BNY strategist Geoff Yu says EUR positioning has shifted from a pre-conflict “hedge the Dollar” trade to being net underheld. He adds that, if a ceasefire holds over the next two weeks, foreign exchange flows may revert towards averages after “extreme” moves since the conflict began.
He describes outflows from emerging market currencies under balance of payments pressure and developed market currencies linked to stagflation. He contrasts this with support for energy- and commodity-linked currencies where policy tightening is more feasible.
Yu contrasts the Eurozone, where energy costs are feeding stagflation worries, with Norway, where he expects a strongly positive terms-of-trade shock.
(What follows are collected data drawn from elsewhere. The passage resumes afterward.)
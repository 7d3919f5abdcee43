import { useTestDatabase } from '@wellkept/db/testing';
import { ensureTimePartitions } from '@wellkept/db';
import { sql } from 'kysely';
import { describe, expect, it } from 'vitest';
import { BucketsRepository } from '../../src/storage/buckets.repository.js';
import { seedSite } from '../support/ingest-harness.js';

const database = useTestDatabase('ingest_rollup_time_index');

describe('the roll-up sweep reads only the minutes it rolls up', () => {
  it('finds the last minutes of a big partition by the time index, without reading it all', async () => {
    const site = await seedSite(database.db);
    const channels = await database.db
      .insertInto('channels')
      .values(
        Array.from({ length: 10 }, (_, i) => ({
          site_id: site.siteId,
          name: `tank/t${i}/level`,
          unit: 'm',
          value_kind: 'number' as const,
        })),
      )
      .returning('id')
      .execute();
    // Ten hours of one reading a second on ten channels, in time order as gateways send them:
    // 360,000 rows in today's partition (the sweep's time range has no site to narrow it).
    const end = new Date(Math.floor(Date.now() / 60_000) * 60_000 - 5 * 60_000);
    const start = new Date(end.getTime() - 10 * 3600_000);
    await ensureTimePartitions(database.db, 'readings', start, end);
    await ensureTimePartitions(database.db, 'minute_buckets', start, end);
    await sql`
      insert into readings (site_id, channel_id, time, value)
      select ${site.siteId}::uuid, c, t, 1.5
        from generate_series(${start}::timestamptz, ${end}::timestamptz - interval '1 second', interval '1 second') t
       cross join unnest(${channels.map((c) => c.id)}::int[]) c
       order by t`.execute(database.db);
    // As autovacuum would by then: VACUUM summarises the block ranges of the time index.
    await sql`vacuum analyze readings`.execute(database.db);

    const scans = await database.db.transaction().execute(async (trx) => {
      // Scan counts this backend has not reported yet (pg_stat_xact_*: no stats flush to wait
      // for), before and after the roll-up.
      const counts = async () => {
        const { rows } = await sql<{ seq: number; idx: number; read: number }>`
          select coalesce(sum(seq_scan), 0)::int as seq, coalesce(sum(idx_scan), 0)::int as idx,
                 coalesce(sum(idx_tup_fetch + seq_tup_read), 0)::int as read
            from pg_stat_xact_user_tables where relname like 'readings_p%'`.execute(trx);
        return rows[0]!;
      };
      const before = await counts();
      const written = await new BucketsRepository().rollUpMinutes(
        trx,
        new Date(end.getTime() - 60_000),
        end,
      );
      expect(written).toBe(10); // one minute bucket per channel
      const after = await counts();
      return {
        seq: after.seq - before.seq,
        idx: after.idx - before.idx,
        read: after.read - before.read,
      };
    });
    expect(scans.seq).toBe(0);
    expect(scans.idx).toBeGreaterThan(0);
    // The minute plus the 10 minutes before it that switch on-times look back over, in whole
    // block ranges: far below the 360,000 rows of the partition.
    expect(scans.read).toBeLessThan(30_000);
  });
});
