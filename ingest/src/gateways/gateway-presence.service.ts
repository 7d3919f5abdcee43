import {
  Inject,
  Injectable,
  type BeforeApplicationShutdown,
  type OnApplicationBootstrap,
} from '@nestjs/common';
import type { Logger } from 'pino';
import { INGEST_CONFIG, type IngestConfig } from '../config/ingest-config.js';
import { LOGGER } from '../logging/logger.js';
import { SiteUpdates } from '../site-updates/site-updates.js';
import { GatewaysRepository } from './gateways.repository.js';

interface Change {
  id: string;
  siteId: string;
  online: boolean;
  at: Date;
}

/**
 * Gateway last-seen time and online state. Last-seen moves with every packet but is written in
 * one statement every few seconds (not once per pack); online/offline changes (connect,
 * disconnect, `status` messages and wills) are written promptly, in the order they happened.
 */
@Injectable()
export class GatewayPresenceService implements OnApplicationBootstrap, BeforeApplicationShutdown {
  private readonly lastSeen = new Map<string, number>();
  private changes: Change[] = [];
  private writing: Promise<void> = Promise.resolve();
  private timer: NodeJS.Timeout | undefined;

  constructor(
    private readonly gateways: GatewaysRepository,
    private readonly siteUpdates: SiteUpdates,
    @Inject(INGEST_CONFIG) private readonly config: IngestConfig,
    @Inject(LOGGER) private readonly logger: Logger,
  ) {}

  onApplicationBootstrap(): void {
    this.timer = setInterval(() => void this.flush(), this.config.lastSeenIntervalMs);
    this.timer.unref();
  }

  async beforeApplicationShutdown(): Promise<void> {
    clearInterval(this.timer);
    await this.flush();
  }

  seen(gatewayId: string, at = Date.now()): void {
    this.lastSeen.set(gatewayId, at);
  }

  setOnline(gatewayId: string, siteId: string, online: boolean, at = new Date()): void {
    this.lastSeen.set(gatewayId, at.getTime());
    this.changes.push({ id: gatewayId, siteId, online, at });
    void this.flush();
  }

  /** Writes pending changes; writes are chained so they land in order. */
  flush(): Promise<void> {
    this.writing = this.writing.then(async () => {
      const changes = latestPerGateway(this.changes);
      this.changes = [];
      const seen = new Map(this.lastSeen);
      this.lastSeen.clear();
      try {
        if (changes.length > 0) this.siteUpdates.emit(await this.gateways.setOnline(changes));
        await this.gateways.touchLastSeen(seen);
      } catch (error) {
        this.logger.warn({ err: error }, 'could not record gateway presence; will retry');
        this.changes.unshift(...changes);
        for (const [id, at] of seen) {
          if ((this.lastSeen.get(id) ?? 0) < at) this.lastSeen.set(id, at);
        }
      }
    });
    return this.writing;
  }
}

function latestPerGateway(changes: readonly Change[]): Change[] {
  const latest = new Map<string, Change>();
  for (const c of changes) latest.set(c.id, c);
  return [...latest.values()];
}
He notes Norges Bank has largely pre-committed to a hike and describes it as the only developed central bank in Europe to do so.
He says the unwind of the prior “hedge the dollar” theme is now complete, leaving the euro net underheld on an aggregate basis. He attributes this to reduced forward EUR buying for hedging, despite rate expectations moving in a direction that would usually encourage more hedging.
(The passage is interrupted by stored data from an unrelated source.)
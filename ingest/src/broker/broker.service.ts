import { randomUUID } from 'node:crypto';
import { createServer as createHttpServer, type Server as HttpServer } from 'node:http';
import { createServer as createHttpsServer } from 'node:https';
import {
  createServer as createNetServer,
  type AddressInfo,
  type Server,
  type Socket,
} from 'node:net';
import type { Duplex } from 'node:stream';
import { createServer as createTlsServer } from 'node:tls';
import {
  Inject,
  Injectable,
  type BeforeApplicationShutdown,
  type OnApplicationBootstrap,
} from '@nestjs/common';
import { Aedes, type AuthenticateError, type Client, type PublishPacket } from 'aedes';
import type { Logger } from 'pino';
import { WebSocketServer, createWebSocketStream } from 'ws';
import { INGEST_CONFIG, type IngestConfig } from '../config/ingest-config.js';
import { GatewayPresenceService } from '../gateways/gateway-presence.service.js';
import { LOGGER } from '../logging/logger.js';
import { MetricsService } from '../metrics/metrics.service.js';
import { GroupCommitWriter } from '../telemetry/group-commit-writer.js';
import {
  PackIntakeService,
  type GatewaySession,
  type RejectsReport,
} from '../telemetry/pack-intake.service.js';
import { ConnectionGate } from './connection-gate.js';
import { ConnectRefusal, GatewayAuthenticator } from './gateway-authenticator.service.js';
import { guardPacketSize } from './packet-size-guard.js';
import {
  createSharedBrokerState,
  settleWithin,
  type SharedBrokerState,
} from './shared-broker-state.js';
import { maySubscribe, publishableKind, rejectsTopic } from './topics.js';

/** Set in preConnect when the CONNECT carried an empty client id (aedes then invents one). */
const EMPTY_CLIENT_ID = Symbol('emptyClientId');
type TaggedClient = Client & { [EMPTY_CLIENT_ID]?: boolean };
For Norway, he says NOK strength could pause if energy prices peak. He adds that if receipts cover government financing needs, Norges Bank may resume FX purchases, while NOK holdings remain the strongest among European currencies.
We are seeing a familiar pattern where the Euro is net underheld, similar to the period after the conflict began in 2022. Renewed concerns about Eurozone stagflation have made the currency highly sensitive to any good news. This extensive negative positioning means the threshold for a sharp upward reversal is now significantly lower.
The latest data supports this view, with Eurozone Q1 2026 GDP coming in at a sluggish 0.2% even as March inflation cooled to just 2.1%. In response, the European Central Bank cut its key rate to 3.75% last month, widening the policy gap with the US. Data from the most recent Commitment of Traders report shows speculative net short positions on the Euro are at their highest level in over a year.
At the other end, the Norwegian Krone has been a beneficiary of persistently high energy prices, with Brent crude holding above $95 per barrel. This has allowed Norges Bank to maintain a hawkish stance with an interest rate of 4.75%, attracting significant capital inflows. The NOK remains one of the most crowded long positions in the G10 currency space.
However, we believe the NOK’s run may be losing steam as these long holdings appear stretched. If energy prices show any sign of peaking, or if government oil receipts become large enough for Norges Bank to resume selling Krone for its foreign currency reserves, the rally could stall. This creates a clear risk for those holding long NOK positions.
For derivative traders, this setup suggests that out-of-the-money call options on the EUR/USD are attractively priced for a potential snap-back rally. Given how underheld the Euro is, any positive catalyst could trigger a rapid unwinding of short positions. The low cost of these options provides an asymmetric bet on improving European sentiment.
Conversely, it may be prudent to hedge long NOK exposure or consider buying puts on the currency. The crowded positioning makes it vulnerable to a sharp correction on any negative news for the energy sector. This offers a way to protect gains from the recent rally while staying positioned for further, albeit slowing, upside.